Both stock futures and the dollar have pulled back as a result of some disappointing monthly payroll figures. Specifically, nonfarm payrolls for December decreased by 85,000, which is worse than the flat reading that had been expected. However, nonfarm payrolls for November were revised upward to reflect an increase of 4,000 jobs -- that marked the first increase in two years. The unemployment rate still stands at 10.0%, as expected. Average weekly hours worked also went unchanged at 33.2, as expected.

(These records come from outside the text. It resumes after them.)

Problems ProjectFile::deleteScenario(const std::string& name)
{
    const std::string target = trimmed(name);
    return writeTransaction(db_, path_, readOnly_, readOnlyReason_, "deleting scenario '" + target + "'",
                            [&](Problems& out) {
                                Statement del(db_, "DELETE FROM scenario WHERE name = ?1");
                                if (!del.bind(1, target).run()) return false;
                                if (sqlite3_changes(db_) == 0) {
                                    out.push_back(fileProblem(path_, "store-unknown-scenario",
                                                              "has no scenario named '" + target + "'"));
                                    return false;
                                }
                                return true;
                            });
}

StoreResult<std::int64_t> ProjectFile::addRun(const StoredRun& run)
{
    StoreResult<std::int64_t> result;
    if (run.kind.empty()) {
        result.problems.push_back(fileProblem(path_, "store-invalid-name", "a stored run needs a kind (it is empty)"));
        return result;
    }
    std::int64_t id = 0;
    result.problems = writeTransaction(db_, path_, readOnly_, readOnlyReason_, "storing a " + run.kind + " run",
                                       [&](Problems& out) {
                                           std::optional<std::int64_t> sid;
                                           if (!run.scenario.empty()) {
                                               sid = scenarioId(db_, run.scenario);
                                               if (!sid) {
                                                   out.push_back(fileProblem(path_, "store-unknown-scenario",
                                                                             "has no scenario named '" + run.scenario + "'"));
                                                   return false;
                                               }
                                           }
                                           Statement ins(db_, "INSERT INTO stored_run (scenario_id, kind, settings_json, "
                                                              "summary_json, created) VALUES (?1, ?2, ?3, ?4, ?5)");
                                           if (sid) ins.bind(1, *sid);
                                           else ins.bindNull(1);
                                           ins.bind(2, run.kind).bind(3, run.settingsJson).bind(4, run.summaryJson);
                                           ins.bind(5, run.created.empty() ? utcNowIso8601() : run.created);
                                           if (!ins.run()) return false;
                                           id = sqlite3_last_insert_rowid(db_);
                                           return true;
                                       });
    if (!hasErrors(result.problems)) result.value = id;
    return result;
}

StoreResult<std::vector<StoredRun>> ProjectFile::listRuns()
{
    StoreResult<std::vector<StoredRun>> result;
    std::vector<StoredRun> runs;
    if (schemaVersion_ < 2) {  // version 1 files have no stored runs
        result.value = std::move(runs);
        return result;
    }
    Statement st(db_, "SELECT r.id, coalesce(s.name, ''), r.kind, r.settings_json, r.summary_json, r.created "
                      "FROM stored_run r LEFT JOIN scenario s ON s.id = r.scenario_id ORDER BY r.id");
    while (st.step()) runs.push_back({st.integer(0), st.text(1), st.text(2), st.text(3), st.text(4), st.text(5)});
    if (st.failed()) {
        result.problems.push_back(fileProblem(path_, "store-read-failed", "the stored runs cannot be read: " + sqliteError(db_)));
        return result;
    }
    result.value = std::move(runs);
    return result;
}
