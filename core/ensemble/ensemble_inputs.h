// EnsembleInputs: which inputs of a scenario an ensemble draws, from which distribution
// (DESIGN.md 3.7), and how one draw is written into the balance plan's numeric inputs.
//
// Drawn: every value the balance reads that the scenario gives with a positive point
// value: B, P/B, EE of living compartments, Q/B of consumers, and P/Q where it stands in
// for P/B or Q/B; each with its CV (explicit CV, else the project's CV of its grade,
// else grade C, as reconcile assumes) and the settings' shape (or a per-parameter one).
// Diet: each consumer row with two or more non-zero shares (import counted as a share)
// from a Dirichlet (input_distribution.h) with the row's CV: EnsembleSettings::dietCvOf,
// else the row's data confidence (Compartment::dietConfidence), else dietCv, else the
// project's grade-C CV.
// Flow terms (issue 15: every input drawn), unless EnsembleSettings::holdFlowTerms:
// U of a consumer whose U is given (the 0.2 default is a convention, not data, and is
// held), BA and E where given and non-zero, a pool's detritus import where positive,
// each with its own data confidence; and each compartment's catch Y: one factor drawn
// per compartment scales the landings and discards of every fleet together (the model
// keeps no confidence for catch: EnsembleSettings::catchCv, else the project's grade-C
// CV). BA and E may be negative: their magnitude is drawn and their sign kept (the sign
// is the modeller's statement; this project's choice).
// Held at their point values (stated in every report): detritus routing. Zero diet
// shares stay zero (the diet's pattern is kept).
//
// A draw's inputs are a plain row of numbers, one per drawn input in names() order:
// the parameters first, then each diet row's shares (modelled prey in prey order, then
// import), then the flow terms ("C.unassim", "C.biomass_accum", "C.net_emigration",
// "C.detritus_import", "C.catch" = Y drawn). The flow terms come last so that the
// parameters and diets of draw d are the same numbers whether flow terms are drawn or
// held (the stream is consumed in this order). Kept draws (ensemble.h) are these rows, for PRCC and other global analyses
// (note: a diet row's shares sum to 1, so they are collinear; drop one per row before a
// regression).
#pragma once

#include <cstdint>
#include <map>
#include <optional>
#include <string>
#include <utility>
#include <vector>

#include "core/balance/balance_plan.h"
#include "core/ensemble/input_distribution.h"
#include "core/model/model.h"

namespace tl::ensemble {

// What each draw computes beyond the balance (solved values, EE, P/Q).
struct Analyses {
    bool trophicLevels = false;  // "tl": trophic level of every consumer
    bool levels = false;         // "levels": transfer efficiency by integer level (Ulanowicz 1995)
    bool indicators = false;     // "indicators": system indicators (Finn 1976; Ulanowicz 1986, 2004)
    bool operator==(const Analyses&) const = default;
};
// "balance", "tl", "levels", "indicators", comma-separated; returns nothing on an
// unknown word (the word is written to *bad).
std::optional<Analyses> parseAnalyses(const std::string& list, std::string* bad = nullptr);
std::vector<std::string> analysesKeys(const Analyses& a);

struct DrawRange {
    std::uint64_t first = 0, last = 0;  // inclusive, 0-based
    std::uint64_t size() const { return last - first + 1; }
    bool operator==(const DrawRange&) const = default;
};

struct EnsembleSettings {
    std::uint64_t draws = 1000;
    std::uint64_t seed = 1;
    std::optional<DrawRange> range;  // a slice of 0..draws-1; empty: all of them
    unsigned threads = 1;
    Analyses analyses;
    Shape shape = Shape::Lognormal;
    std::map<std::pair<std::size_t, Param>, Shape> shapeOf;  // per parameter, overrides `shape`
    std::optional<double> dietCv;                            // rows without a confidence; default grade C
    std::map<std::size_t, double> dietCvOf;                  // per predator
    bool keepBalancedDraws = false;
    bool holdFlowTerms = false;    // hold catch, U, BA, E and detritus import at their point values
    std::optional<double> catchCv;  // CV of each compartment's catch; default: the project's grade-C CV
};

struct DrawnParameter {
    std::size_t compartment = 0;
    Param param = Param::Biomass;
    InputDistribution distribution;
    std::string cvSource;  // "CV 0.3", "grade B", "no grade (C assumed)"
};

struct DrawnDietRow {
    std::size_t predator = 0;
    std::vector<std::size_t> prey;      // per modelled share, prey index
    std::vector<Eigen::Index> position; // per modelled share, index into the diet's value array
    bool import = false;                // the last share is import
    double rowSum = 1.0;                // the row's sum as entered (kept by every draw)
    DirichletRow distribution;
};

// A flow term drawn (see the top of this file).
struct DrawnFlowTerm {
    enum class Kind : std::uint8_t { Parameter, Catch };
    std::size_t compartment = 0;
    Kind kind = Kind::Parameter;
    Param param = Param::Unassim;     // Kind::Parameter: Unassim, BiomassAccum, NetEmigration, DetritusImport
    double sign = 1.0;                // the point value's sign; the distribution draws its magnitude
    InputDistribution distribution;   // of |value| (of Y for catch)
    std::string cvSource;
    // Kind::Catch: the point values the drawn factor Y_drawn / Y scales.
    double deadDiscards = 0.0;
    std::vector<std::pair<Eigen::Index, double>> discardsToPool;  // (entry in its value array, point value)
    std::vector<std::pair<double, double>> fleetCatch;             // per fleet: (landings, discards)
};

class EnsembleInputs {
public:
    // plan: BalancePlan::build(model), without structural errors.
    static EnsembleInputs build(const Model& model, const BalancePlan& plan, const EnsembleSettings& settings);

    const std::vector<DrawnParameter>& parameters() const { return parameters_; }
    const std::vector<DrawnDietRow>& dietRows() const { return dietRows_; }
    const std::vector<DrawnFlowTerm>& flowTerms() const { return flowTerms_; }
    // Columns of names() that hold diet row r's shares: [first, first + size).
    std::pair<std::size_t, std::size_t> dietColumns(std::size_t r) const;
    const std::vector<std::string>& names() const { return names_; }
    std::size_t size() const { return names_.size(); }
    const BalanceInputs& pointInputs() const { return point_; }

    // Draw `draw` of the ensemble seeded `seed`: writes the drawn values into `in` (a
    // copy of pointInputs(); entries not drawn are never touched) and into values[0..size()).
    void draw(std::uint64_t seed, std::uint64_t draw, BalanceInputs& in, double* values) const;
    // Writes a draw's values into a model (a copy of the scenario), for the analyses that
    // need a Model and for tests that solve a draw the slow way.
    void applyToModel(const double* values, Model& model) const;
    // FNV-1a hash of everything that decides the draws (point inputs, distributions).
    std::uint64_t fingerprint() const;

private:
    void addFlowTerms(const Model& model, const EnsembleSettings& settings);

    std::vector<DrawnParameter> parameters_;
    std::vector<DrawnDietRow> dietRows_;
    std::vector<DrawnFlowTerm> flowTerms_;
    std::vector<std::string> names_;
    BalanceInputs point_;
};

// The CV used for one given value and where it comes from (DESIGN 3.7).
std::pair<double, std::string> confidenceCv(const Compartment& c, Param p, const BalanceRules& rules);

}  // namespace tl::ensemble
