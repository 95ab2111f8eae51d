// Ensemble JSON, table, partial results and CSV (see the header).
#include "core/ensemble/ensemble_report.h"

#include <algorithm>
#include <charconv>
#include <cmath>
#include <numeric>

#include <nlohmann/json.hpp>

#include "core/io/balance_report.h"
#include "core/io/csv_table.h"
#include "core/io/json_writer.h"
#include "core/io/text_table.h"
#include "core/model/problem_codes.h"

namespace tl::ensemble {
namespace {

constexpr const char* kPercentileMethod =
    "nearest rank (Hyndman & Fan 1996, definition 1) located in fixed bins of 2^-7 relative width on the "
    "binary exponent and mantissa, interpolated inside the bin";
constexpr double kRelativeErrorBound = 1.0 / OutputStatistics::kBinsPerExponent;

void optionalField(JsonWriter& w, std::string_view key, const std::optional<double>& v)
{
    w.key(key);
    if (v) w.value(*v);
    else w.null();
}

std::string shortest(double v)
{
    if (std::isnan(v)) return "";
    char buf[32];
    const auto end = std::to_chars(buf, buf + sizeof buf, v).ptr;
    return std::string(buf, end);
}

// Compartments that broke the balance in at least one draw, most often first.
std::vector<std::size_t> breakerOrder(const EnsembleStatistics& s)
{
    std::vector<std::size_t> order;
    for (std::size_t i = 0; i < s.breaks.size(); ++i)
        if (s.breaks[i].any > 0) order.push_back(i);
    std::stable_sort(order.begin(), order.end(), [&](std::size_t a, std::size_t b) { return s.breaks[a].any > s.breaks[b].any; });
    return order;
}

std::string rangesText(const std::vector<DrawRange>& ranges)
{
    std::string t;
    for (const DrawRange& r : ranges) t += (t.empty() ? "" : ", ") + std::to_string(r.first) + ":" + std::to_string(r.last);
    return t;
}

}  // namespace

std::string ensembleJson(const EnsembleStatistics& s)
{
    JsonWriter w;
    w.beginObject();
    w.field("draws", s.drawsRun);
    w.field("balanced_share", s.balancedShare());
    // A number as DESIGN 5.3 has it; a seed beyond 2^53 (which JSON readers cannot hold
    // exactly as a number) as text.
    if (s.seed <= (1ULL << 53)) w.field("seed", static_cast<long long>(s.seed));
    else w.field("seed", std::to_string(s.seed));
    w.key("outputs").beginObject();
    for (std::size_t k = 0; k < s.outputs.size(); ++k) {
        const OutputStatistics& o = s.outputs[k];
        const PercentileSummary p = o.summary();
        w.key(s.outputNames[k]).beginObject();
        optionalField(w, "p2_5", p.p2_5);
        optionalField(w, "p25", p.p25);
        optionalField(w, "p50", p.p50);
        optionalField(w, "p75", p.p75);
        optionalField(w, "p97_5", p.p97_5);
        optionalField(w, "mean", p.mean);
        w.field("count", o.count());
        optionalField(w, "min", o.count() ? std::optional<double>(o.min()) : std::nullopt);
        optionalField(w, "max", o.count() ? std::optional<double>(o.max()) : std::nullopt);
        if (o.nanCount()) w.field("undefined", o.nanCount());
        if (p.outOfWindow) w.field("percentiles_out_of_window", true);
        w.endObject();
    }
    w.endObject();
    w.field("total_draws", static_cast<long long>(s.totalDraws));
    w.key("draw_ranges").beginArray();
    for (const DrawRange& r : s.ranges) {
        w.beginArray();
        w.value(static_cast<long long>(r.first)).value(static_cast<long long>(r.last));
        w.endArray();
    }
    w.endArray();
    w.field("complete", s.complete());
    w.field("cancelled", s.cancelled);
    w.field("solved_draws", s.solved);
    w.field("balanced_draws", s.balanced);
    w.field("singular_draws", s.singular);
    w.key("analyses").beginArray();
    for (const std::string& a : analysesKeys(s.analyses)) w.value(a);
    w.endArray();
    w.field("shape", s.shape);
    w.field("outputs_over", "balanced draws");
    w.field("held_at_point_value", kHeldFixed);
    w.key("inputs").beginArray();
    for (const std::string& n : s.inputNames) w.value(n);
    w.endArray();
    w.key("balance_breakers").beginArray();
    for (std::size_t i : breakerOrder(s)) {
        const BreakCounts& b = s.breaks[i];
        w.beginObject();
        w.field("compartment", s.compartments[i]);
        w.field("draws", b.any);
        w.field("share", s.drawsRun ? static_cast<double>(b.any) / static_cast<double>(s.drawsRun) : 0.0);
        w.field("ee_above_max", b.eeAboveMax);
        w.field("negative_respiration", b.negativeRespiration);
        w.field("negative_solved_value", b.negativeValue);
        w.field("equation_residual", b.residual);
        w.field("detritus_over_consumed", b.detritusOverConsumed);
        w.endObject();
    }
    w.endArray();
    w.key("percentiles").beginObject();
    w.field("method", kPercentileMethod);
    w.field("relative_error_bound", kRelativeErrorBound);
    w.endObject();
    w.field("fingerprint", s.fingerprint);
    w.field("notice", kDecisionSupportNotice);
    w.endObject();
    return w.str() + "\n";
}

std::string ensembleTable(const EnsembleStatistics& s)
{
    std::string out;
    out += "Ensemble: " + std::to_string(s.drawsRun) + " draws (" + rangesText(s.ranges) + " of " +
           std::to_string(s.totalDraws) + "), seed " + std::to_string(s.seed) + ", inputs " + s.shape + "\n";
    if (s.cancelled) out += "CANCELLED: the figures cover only the draws finished.\n";
    out += "Balanced: " + std::to_string(s.balanced) + " draws (" + displayNumber(100.0 * s.balancedShare()) +
           " %); singular: " + std::to_string(s.singular) + "\n";
    out += "Held at their point values: " + std::string(kHeldFixed) + ".\n\n";
    TextTable t;
    t.addColumn("output", TextTable::Align::Left);
    for (const char* h : {"2.5 %", "25 %", "median", "75 %", "97.5 %", "mean"}) t.addColumn(h);
    auto cell = [](const std::optional<double>& v) { return v ? displayNumber(*v) : std::string("-"); };
    for (std::size_t k = 0; k < s.outputs.size(); ++k) {
        const PercentileSummary p = s.outputs[k].summary();
        t.addRow({s.outputNames[k], cell(p.p2_5), cell(p.p25), cell(p.p50), cell(p.p75), cell(p.p97_5), cell(p.mean)});
    }
    if (s.balanced > 0)
        out += "Over the balanced draws:\n" + t.render();
    else
        out += "No draw balanced, so the outputs have no distribution to show. The compartments below break\n"
               "the balance most often: reconcile the scenario first, or check their confidence grades.\n";
    const std::vector<std::size_t> breakers = breakerOrder(s);
    if (!breakers.empty()) {
        TextTable b;
        b.addColumn("compartment", TextTable::Align::Left);
        for (const char* h : {"draws broken", "share", "EE > max", "R < 0", "negative", "residual", "detritus"}) b.addColumn(h);
        for (std::size_t n = 0; n < breakers.size() && n < 10; ++n) {
            const BreakCounts& c = s.breaks[breakers[n]];
            b.addRow({s.compartments[breakers[n]], std::to_string(c.any),
                      displayNumber(100.0 * static_cast<double>(c.any) / static_cast<double>(std::max<std::uint64_t>(1, s.drawsRun))) + " %",
                      std::to_string(c.eeAboveMax), std::to_string(c.negativeRespiration), std::to_string(c.negativeValue),
                      std::to_string(c.residual), std::to_string(c.detritusOverConsumed)});
        }
        out += "\nCompartments that most often break the balance:\n" + b.render();
    }
    out += "\nPercentiles: " + std::string(kPercentileMethod) + "; relative error at most " +
           displayNumber(100.0 * kRelativeErrorBound) + " %.\n";
    out += std::string(kDecisionSupportNotice) + "\n";
    return out;
}

std::string partialJson(const EnsembleStatistics& s)
{
    JsonWriter w;
    w.beginObject();
    w.field("format", kPartialFormat);
    w.field("version", kPartialVersion);
    w.field("fingerprint", s.fingerprint);
    w.field("seed", std::to_string(s.seed));  // as text: a seed may exceed JSON's safe integers
    w.field("total_draws", static_cast<long long>(s.totalDraws));
    w.key("analyses").beginArray();
    for (const std::string& a : analysesKeys(s.analyses)) w.value(a);
    w.endArray();
    w.field("shape", s.shape);
    w.key("ranges").beginArray();
    for (const DrawRange& r : s.ranges) {
        w.beginArray();
        w.value(static_cast<long long>(r.first)).value(static_cast<long long>(r.last));
        w.endArray();
    }
    w.endArray();
    w.field("draws_run", s.drawsRun);
    w.field("solved", s.solved);
    w.field("balanced", s.balanced);
    w.field("singular", s.singular);
    w.field("cancelled", s.cancelled);
    w.key("compartments").beginArray();
    for (std::size_t i = 0; i < s.compartments.size(); ++i) {
        const BreakCounts& b = s.breaks[i];
        w.beginObject();
        w.field("name", s.compartments[i]);
        w.key("breaks").beginArray();
        for (std::uint64_t v : {b.any, b.eeAboveMax, b.negativeRespiration, b.negativeValue, b.residual, b.detritusOverConsumed})
            w.value(static_cast<long long>(v));
        w.endArray();
        w.endObject();
    }
    w.endArray();
    w.key("inputs").beginArray();
    for (const std::string& n : s.inputNames) w.value(n);
    w.endArray();
    w.key("outputs").beginArray();
    for (std::size_t k = 0; k < s.outputs.size(); ++k) {
        const OutputStatistics& o = s.outputs[k];
        w.beginObject();
        w.field("name", s.outputNames[k]);
        w.field("scale_exponent", o.scaleExponent());
        w.field("count", o.count());
        w.field("undefined", o.nanCount());
        w.field("saturated", o.saturated());
        w.field("min", o.min());
        w.field("max", o.max());
        w.field("sum", int128ToString(o.fixedSum()));
        w.key("bins").beginArray();
        for (const auto& [bin, c] : o.nonZeroBins()) {
            w.beginArray();
            w.value(bin).value(static_cast<long long>(c));
            w.endArray();
        }
        w.endArray();
        w.endObject();
    }
    w.endArray();
    w.endObject();
    return w.str() + "\n";
}

std::optional<EnsembleStatistics> readPartialJson(std::string_view text, const std::string& file, Problems& problems)
{
    auto fail = [&](const std::string& what) {
        Problem p;
        p.code = code::kEnsemblePartial;
        p.severity = Severity::Error;
        p.message = file + ": " + what;
        p.hint = "Give the files written by tledger ensemble --draw-range (unchanged).";
        problems.push_back(std::move(p));
        return std::nullopt;
    };
    nlohmann::json j;
    try {
        j = nlohmann::json::parse(text);
    } catch (const nlohmann::json::parse_error& e) {
        return fail(std::string("not JSON (") + e.what() + ")");
    }
    try {
        if (!j.is_object() || j.value("format", "") != kPartialFormat)
            return fail("not a partial ensemble result (no \"format\": \"" + std::string(kPartialFormat) + "\")");
        if (j.at("version").get<int>() != kPartialVersion)
            return fail("partial result version " + std::to_string(j.at("version").get<int>()) + "; this program reads version " +
                        std::to_string(kPartialVersion));
        EnsembleStatistics s;
        s.fingerprint = j.at("fingerprint").get<std::string>();
        const std::string seed = j.at("seed").get<std::string>();
        std::uint64_t seedValue = 0;
        if (std::from_chars(seed.data(), seed.data() + seed.size(), seedValue).ec != std::errc{}) return fail("bad seed '" + seed + "'");
        s.seed = seedValue;
        s.totalDraws = j.at("total_draws").get<std::uint64_t>();
        std::string words;
        for (const auto& a : j.at("analyses")) words += (words.empty() ? "" : ",") + a.get<std::string>();
        const auto analyses = parseAnalyses(words);
        if (!analyses) return fail("unknown analyses '" + words + "'");
        s.analyses = *analyses;
        s.shape = j.at("shape").get<std::string>();
        for (const auto& r : j.at("ranges")) {
            const DrawRange range{r.at(0).get<std::uint64_t>(), r.at(1).get<std::uint64_t>()};
            if (range.first > range.last || range.last >= s.totalDraws) return fail("a draw range lies outside the draws");
            s.ranges.push_back(range);
        }
        s.drawsRun = j.at("draws_run").get<std::uint64_t>();
        s.solved = j.at("solved").get<std::uint64_t>();
        s.balanced = j.at("balanced").get<std::uint64_t>();
        s.singular = j.at("singular").get<std::uint64_t>();
        s.cancelled = j.at("cancelled").get<bool>();
        for (const auto& c : j.at("compartments")) {
            s.compartments.push_back(c.at("name").get<std::string>());
            const auto& b = c.at("breaks");
            if (b.size() != 6) return fail("compartment '" + s.compartments.back() + "' needs 6 break counts");
            s.breaks.push_back({b[0].get<std::uint64_t>(), b[1].get<std::uint64_t>(), b[2].get<std::uint64_t>(),
                                b[3].get<std::uint64_t>(), b[4].get<std::uint64_t>(), b[5].get<std::uint64_t>()});
        }
        for (const auto& n : j.at("inputs")) s.inputNames.push_back(n.get<std::string>());
        for (const auto& o : j.at("outputs")) {
            const std::string name = o.at("name").get<std::string>();
            std::vector<std::pair<int, std::uint64_t>> bins;
            for (const auto& b : o.at("bins")) bins.emplace_back(b.at(0).get<int>(), b.at(1).get<std::uint64_t>());
            const auto sum = int128FromString(o.at("sum").get<std::string>());
            if (!sum) return fail("output '" + name + "': bad sum");
            auto stats = OutputStatistics::fromParts(o.at("scale_exponent").get<int>(), o.at("count").get<std::uint64_t>(),
                                                     o.at("undefined").get<std::uint64_t>(), o.at("saturated").get<std::uint64_t>(),
                                                     o.at("min").get<double>(), o.at("max").get<double>(), *sum, bins);
            if (!stats) return fail("output '" + name + "': its bins do not add up to its count");
            s.outputNames.push_back(name);
            s.outputs.push_back(std::move(*stats));
        }
        if (s.balanced > s.solved || s.solved + s.singular != s.drawsRun) return fail("its draw counts do not add up");
        return s;
    } catch (const nlohmann::json::exception& e) {
        return fail(std::string("a field is missing or of the wrong type (") + e.what() + ")");
    }
}

std::string keptDrawsCsv(const KeptDraws& kept)
{
    std::vector<std::string> header = {"draw"};
    for (const std::string& n : kept.inputNames) header.push_back(n);
    for (const std::string& n : kept.outputNames) header.push_back(n);
    std::string out = csvRecord(header);
    std::vector<std::string> row;
    for (Eigen::Index r = 0; r < kept.inputs.rows(); ++r) {
        row.assign(1, std::to_string(kept.draw[static_cast<std::size_t>(r)]));
        for (Eigen::Index c = 0; c < kept.inputs.cols(); ++c) row.push_back(shortest(kept.inputs(r, c)));
        for (Eigen::Index c = 0; c < kept.outputs.cols(); ++c) row.push_back(shortest(kept.outputs(r, c)));
        out += csvRecord(row);
    }
    return out;
}

std::string ensembleSettingsJson(const EnsembleSettings& settings, const std::string& scenario)
{
    JsonWriter w;
    w.beginObject();
    w.field("scenario", scenario);
    w.field("draws", static_cast<long long>(settings.draws));
    w.field("seed", std::to_string(settings.seed));
    w.field("threads", static_cast<long long>(settings.threads));
    w.key("analyses").beginArray();
    for (const std::string& a : analysesKeys(settings.analyses)) w.value(a);
    w.endArray();
    w.field("shape", shapeKey(settings.shape));
    w.key("diet_cv");
    if (settings.dietCv) w.value(*settings.dietCv);
    else w.value("grade C of the project");
    w.endObject();
    return w.str();
}

}  // namespace tl::ensemble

08:00 am : S&P futures vs fair value: -0.80. Nasdaq futures vs fair value: +3.30. The dollar has modestly extended its gain from the previous session, but stock futures remain flat. The tepid tone among premarket traders precedes the official December payrolls report, which is due at the bottom of the hour. Economists, on average, expect nonfarm payrolls to be flat for the month and that the unemployment rate will remain unchanged at 10.0%. Wholesale inventory data for November follows at 10:00 AM ET, then November consumer credit at 2:00 PM ET, but for broader market concern those reports are secondary to the jobs report.